BEGIN PROVIDED DATA

// The demo scenario: an invented crew prepping an invented production. Demo-only accounts.
import { hashPassword } from '../security/password';
import type { SeedFn } from './seed';
import { User } from '../db/models';

export const DEMO_PASSWORD = 'rigshelf-demo';

export const DEMO_ACCOUNTS = [
  { email: 'demo-admin@rigshelf.test', displayName: 'Maud Ferrante', role: 'admin', crewRole: 'DIT, Halfmoon Unit' },
  { email: 'demo-moderator@rigshelf.test', displayName: 'Dario Quillfeather', role: 'moderator', crewRole: 'Key grip, Halfmoon Unit' },
  { email: 'demo-member@rigshelf.test', displayName: 'Wren Halloway', role: 'member', crewRole: '1st AC, Halfmoon Unit' },
] as const;

export const up: SeedFn = async () => {
  const passwordHash = await hashPassword(DEMO_PASSWORD, 15);
  for (const account of DEMO_ACCOUNTS) {
    await User.findOrCreate({
      where: { email: account.email },
      defaults: { ...account, passwordHash, emailVerifiedAt: new Date() },
    });
  }
};
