/** The lines an edit event shows in the history: what changed, old → new where short enough. */
export function editLines(record: EditRecord): string[] {
  const lines = record.changes.map((c) =>
    c.before !== undefined ? `${FIELD_LABELS[c.field] ?? c.field}: “${c.before}” → “${c.after}”` : `${FIELD_LABELS[c.field] ?? c.field} changed`,
  );
  if (record.filesAdded?.length) lines.push(`Files added: ${record.filesAdded.join(', ')}`);
  if (record.filesRemoved?.length) lines.push(`Files removed: ${record.filesRemoved.join(', ')}`);
  return lines;
}

async function moderatorIds(except: number, transaction?: Transaction): Promise<{ ids: number[]; emails: string[] }> {
  const mods = await User.findAll({
    where: { role: { [Op.in]: ['moderator', 'admin'] }, status: 'active', id: { [Op.ne]: except } },
    transaction,
  });
  return { ids: mods.map((m) => m.id), emails: mods.map((m) => m.email) };
}

/** What a moderator should look at first: analysis problems, odd recipes, licence trouble. */
export async function reviewWarnings(detail: PartDetail): Promise<string[]> {
  const warnings: string[] = [];
  for (const file of detail.files) {
    if (file.kind !== 'model' || !file.analysis) continue;
    for (const concern of meshConcerns(file.analysis)) warnings.push(`${file.name}: ${concern}`);
  }
  for (const [i, recipe] of detail.recipes.entries()) {
    for (const w of recipe.warnings) warnings.push(`Recipe ${i + 1} (${recipe.material}): ${w}`);
  }
  if (!detail.recipes.some((r) => r.purpose === 'set-ready')) warnings.push('No set-ready recipe');
  if (!detail.files.some((f) => f.kind === 'photo')) warnings.push('No photo of a real print');
  const parentLicence = detail.lineage.parent?.licence?.id;
  if (parentLicence && isLicenceId(parentLicence) && isLicenceId(detail.licence.id)) {
    const check = checkAdaptationLicence(parentLicence, detail.licence.id);
    if (!check.ok) warnings.push(`Licence conflict with the parent: ${check.reason}`);
  }
  return warnings;
}

export function createReviewService({ sequelize, mail, publicUrl, onDecided, onPublished, onDecision }: ReviewDeps) {
  const partLink = (part: Part) => `${publicUrl}/parts/${part.slug}`;
  const deskLink = (part: Part) => `${publicUrl}/review/${part.id}`;

  async function record(
    actor: User,
    part: Part,
    revision: PartRevision | null,
    action: AuditAction,
    note: string | null,
    details: Record<string, unknown>,
    t: Transaction,
  ) {
    await AuditEvent.create({ partId: part.id, revisionId: revision?.id ?? null, actorId: actor.id, action, note, details }, { transaction: t });
  }

  function fourEyes(actor: User, part: Part, revision: PartRevision | null) {
    if (part.authorId === actor.id || revision?.createdBy === actor.id) {
      throw AppError.forbidden('You cannot decide on your own submission. Another moderator has to review it.');
    }
  }

  /** Whoever changed a revision that is not theirs cannot also approve it: a second moderator has to. */
  async function notEditedBy(actor: User, revision: PartRevision, t: Transaction) {
    const edits = await AuditEvent.count({ where: { revisionId: revision.id, actorId: actor.id, action: 'edit' }, transaction: t });
    if (edits) {
      throw AppError.forbidden('You changed this revision yourself, so another moderator has to approve it. You can still send it back or reject it.');
    }
  }

  /** The message for a decision that is no longer possible, naming who got there first. */
  async function alreadyDecided(part: Part, revision: PartRevision | null, message: string, t: Transaction): Promise<AppError> {
    const last = await AuditEvent.findOne({
      where: { partId: part.id, ...(revision ? { revisionId: revision.id } : {}), action: { [Op.in]: ['approve', 'send_back', 'reject', 'retire'] } },
      include: [{ model: User, as: 'actor' }],
      order: [['id', 'DESC']],
      transaction: t,
    });
    const who = last ? ` ${last.actor?.displayName ?? 'Another moderator'} decided at ${last.createdAt.toISOString().slice(0, 16).replace('T', ' ')} UTC.` : '';
    return AppError.conflict(`${message}${who}`);
  }

  return {
    /** Records a (re)submission and tells the moderators; runs inside the submitting transaction. */
    async submitted(actor: User, part: Part, revision: PartRevision, kind: 'submit' | 'resubmit', t: Transaction) {
      await record(actor, part, revision, kind, null, { revision: revision.number }, t);
      const mods = await moderatorIds(actor.id, t);
      const isRevision = revision.number > 1;
      await notices.notify(
        mods.ids,
        {
          kind: 'review',
          title: `${isRevision ? 'Changes to review' : 'New submission'}: ${revision.title}`,
          body: `From ${actor.displayName}.`,
          link: `/review/${part.id}`,
        },
        t,
      );
      if (mods.emails.length) {
        await mail.enqueue(
          mods.emails,
          mailTemplates.newSubmission({ partTitle: revision.title, contributor: actor.displayName, link: deskLink(part), isRevision }),
          t,
        );
      }
    },

    /** Puts an edit by someone other than the author on record and tells the author; inside the editing transaction. */
    async edited(actor: User, part: Part, revision: PartRevision, change: EditRecord, t: Transaction) {
      const lines = editLines(change);
      await record(actor, part, revision, 'edit', null, { revision: revision.number, lines, ...change }, t);
      await notices.notify(
        [part.authorId],
        {
          kind: 'review',
          title: `Changed by ${actor.displayName}: ${revision.title}`,
          body: lines.join('\n') || 'No visible change.',
          link: `/parts/${part.slug}`,
        },
        t,
      );
    },

    async queue() {
      const revisions = await PartRevision.findAll({
        where: { status: 'in_review' },
        include: [{ model: Part, as: 'part', required: true, include: [{ model: User, as: 'author' }] }],
        order: [
          ['submittedAt', 'ASC'],
          ['id', 'ASC'],
        ],
      });
      const now = Date.now();
      return Promise.all(
        revisions.map(async (rev) => {
          const part = (rev as PartRevision & { part: Part }).part;
          const detail = await presentPart(part, rev.id, undefined);
          const submittedAt = rev.submittedAt ?? rev.createdAt;
          return {
            partId: part.id,
            slug: part.slug,
            title: rev.title,
            revisionId: rev.id,
            revisionNumber: rev.number,
            isRevisionOfPublished: part.publishedRevisionId !== null,
            submittedAt: submittedAt.toISOString(),
            ageHours: Math.round(((now - submittedAt.getTime()) / 3_600_000) * 10) / 10,
            contributor: { id: part.authorId, displayName: part.author?.displayName ?? '' },
            category: detail.category,
            safety: { carriesLoad: rev.carriesLoad, overhead: rev.overhead, vehicle: rev.vehicle, heat: rev.heat },
            // a photo first; the model's drawn picture when there is none
            thumbnailUrl: (detail.files.find((f) => f.kind === 'photo' && f.thumbnailUrl) ?? detail.files.find((f) => f.thumbnailUrl))?.thumbnailUrl ?? null,
            warnings: await reviewWarnings(detail),
          };
        }),
      );
    },

    async detail(actor: User, partId: number) {
      const part = await Part.findByPk(partId);
      if (!part) throw AppError.notFound('There is no part with that id.');
      const submission = await presentPart(part, part.latestRevisionId!, actor);
      const published =
        part.publishedRevisionId && part.publishedRevisionId !== part.latestRevisionId ? await presentPart(part, part.publishedRevisionId, actor) : null;
      const state: ReviewState = part.status === 'retired' ? 'retired' : submission.revision.status;
      const latest = await PartRevision.findByPk(part.latestRevisionId!);
      const own = part.authorId === actor.id || latest?.createdBy === actor.id;
      const editedByYou = latest ? (await AuditEvent.count({ where: { revisionId: latest.id, actorId: actor.id, action: 'edit' } })) > 0 : false;
      return {
        submission,
        published,
        changes: published ? diffParts(published, submission) : [],
        warnings: await reviewWarnings(submission),
        checklist: REVIEW_CHECKLIST,
        allowedActions: own ? [] : allowedActions(state).filter((a) => !(editedByYou && a === 'approve')),
        ownSubmission: own,
        editedByYou,
        history: await this.history(actor, partId),
      };
    },

    async decide(actor: User, partId: number, action: Exclude<ReviewAction, 'submit'>, input: { note?: string; checklist?: string[] }) {
      const note = input.note?.trim() || null;
      if (NOTE_REQUIRED.has(action) && !note) throw AppError.badRequest('Write a note for the contributor.');
      const result = await transact(sequelize, async (t) => {
        // the row lock makes concurrent decisions on one part take turns; the loser sees the new state
        const part = await Part.findByPk(partId, { transaction: t, lock: t.LOCK.UPDATE });
        if (!part) throw AppError.notFound('There is no part with that id.');
        const revision = action === 'retire' ? null : await PartRevision.findByPk(part.latestRevisionId!, { transaction: t, lock: t.LOCK.UPDATE });
        fourEyes(actor, part, revision);
        if (action === 'approve' && revision) await notEditedBy(actor, revision, t);

        const previousRevisionId = part.publishedRevisionId;
        const from: ReviewState =
          action === 'retire' ? (part.status === 'retired' ? 'retired' : part.publishedRevisionId ? 'published' : part.status) : revision!.status;
        const step = transition(from, action);
        if (!step.ok) throw await alreadyDecided(part, revision, step.message, t);

        if (action === 'approve') {
          if (part.publishedRevisionId) await PartRevision.update({ status: 'superseded' }, { where: { id: part.publishedRevisionId }, transaction: t });
          await revision!.update({ status: 'published' }, { transaction: t });
          await part.update({ status: 'published', publishedRevisionId: revision!.id, publishedAt: part.publishedAt ?? new Date() }, { transaction: t });
          await onPublished?.(part, t);
        } else if (action === 'send-back' || action === 'reject') {
          const to = step.to as 'sent_back' | 'rejected';
          await revision!.update({ status: to }, { transaction: t });
          if (!part.publishedRevisionId) await part.update({ status: to }, { transaction: t });
        } else {
          await part.update({ status: 'retired' }, { transaction: t });
        }
        await part.update({ lockVersion: part.lockVersion + 1 }, { transaction: t });
        await onDecision?.(part, action, { previousRevisionId, note }, t);

        const shown = revision ?? (await PartRevision.findByPk(part.publishedRevisionId!, { transaction: t }))!;
        await record(
          actor,
          part,
          revision ?? shown,
          AUDIT_ACTION[action],
          note,
          { from, to: step.to, revision: shown.number, checklist: input.checklist ?? [] },
          t,
        );

        const author = (await User.findByPk(part.authorId, { transaction: t }))!;
        await notices.notify(
          [author.id],
          { kind: 'decision', title: `${NOTICE_TITLE[action]}: ${shown.title}`, body: note ?? 'No note from the moderator.', link: `/parts/${part.slug}` },
          t,
        );
        await mail.enqueue(
          author.email,
          mailTemplates.decision({ partTitle: shown.title, decision: MAIL_DECISION[action], note, moderator: actor.displayName, link: partLink(part) }),
          t,
        );
        return { id: part.id, slug: part.slug, status: part.status, revision: { number: shown.number, status: shown.status } };
      });
      onDecided?.(partId, action);
      return result;
    },

    async history(viewer: User, partId: number) {
      const part = await Part.findByPk(partId);
      if (!part || !(await canSeePart(viewer, part))) throw AppError.notFound('There is no part with that id on the shelf.');
      if (!isModerator(viewer) && part.authorId !== viewer.id) {
        throw AppError.forbidden('Only the contributor and moderators can see the review history of a part.');
      }
      const events = await AuditEvent.findAll({
        where: { partId, ...(isModerator(viewer) ? {} : { action: { [Op.in]: CONTRIBUTOR_VISIBLE } }) },
        include: [{ model: User, as: 'actor' }],
        order: [
          ['createdAt', 'ASC'],
          ['id', 'ASC'],
        ],
      });
      return events.map((e) => ({
        id: e.id,
        action: e.action,
        note: e.note,
        revision: (e.details?.revision as number | undefined) ?? null,
        actor: { id: e.actorId, displayName: e.actor?.displayName ?? '' },
        at: e.createdAt.toISOString(),
        details: isModerator(viewer) ? e.details : null,
        changes: e.action === 'edit' ? ((e.details?.lines as string[] | undefined) ?? []) : null,
      }));
    },
  };
}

END PROVIDED DATA

Each line from the one with "throw AppError.forbidden('Only the" through the last line of the records above must be retyped exactly, and no other line may be given.

        throw AppError.forbidden('Only the contributor and moderators can see the review history of a part.');
      }
      const events = await AuditEvent.findAll({
        where: { partId, ...(isModerator(viewer) ? {} : { action: { [Op.in]: CONTRIBUTOR_VISIBLE } }) },
        include: [{ model: User, as: 'actor' }],
        order: [
          ['createdAt', 'ASC'],
          ['id', 'ASC'],
        ],
      });
      return events.map((e) => ({
        id: e.id,
        action: e.action,
        note: e.note,
        revision: (e.details?.revision as number | undefined) ?? null,
        actor: { id: e.actorId, displayName: e.actor?.displayName ?? '' },
        at: e.createdAt.toISOString(),
        details: isModerator(viewer) ? e.details : null,
        changes: e.action === 'edit' ? ((e.details?.lines as string[] | undefined) ?? []) : null,
      }));
    },
  };
}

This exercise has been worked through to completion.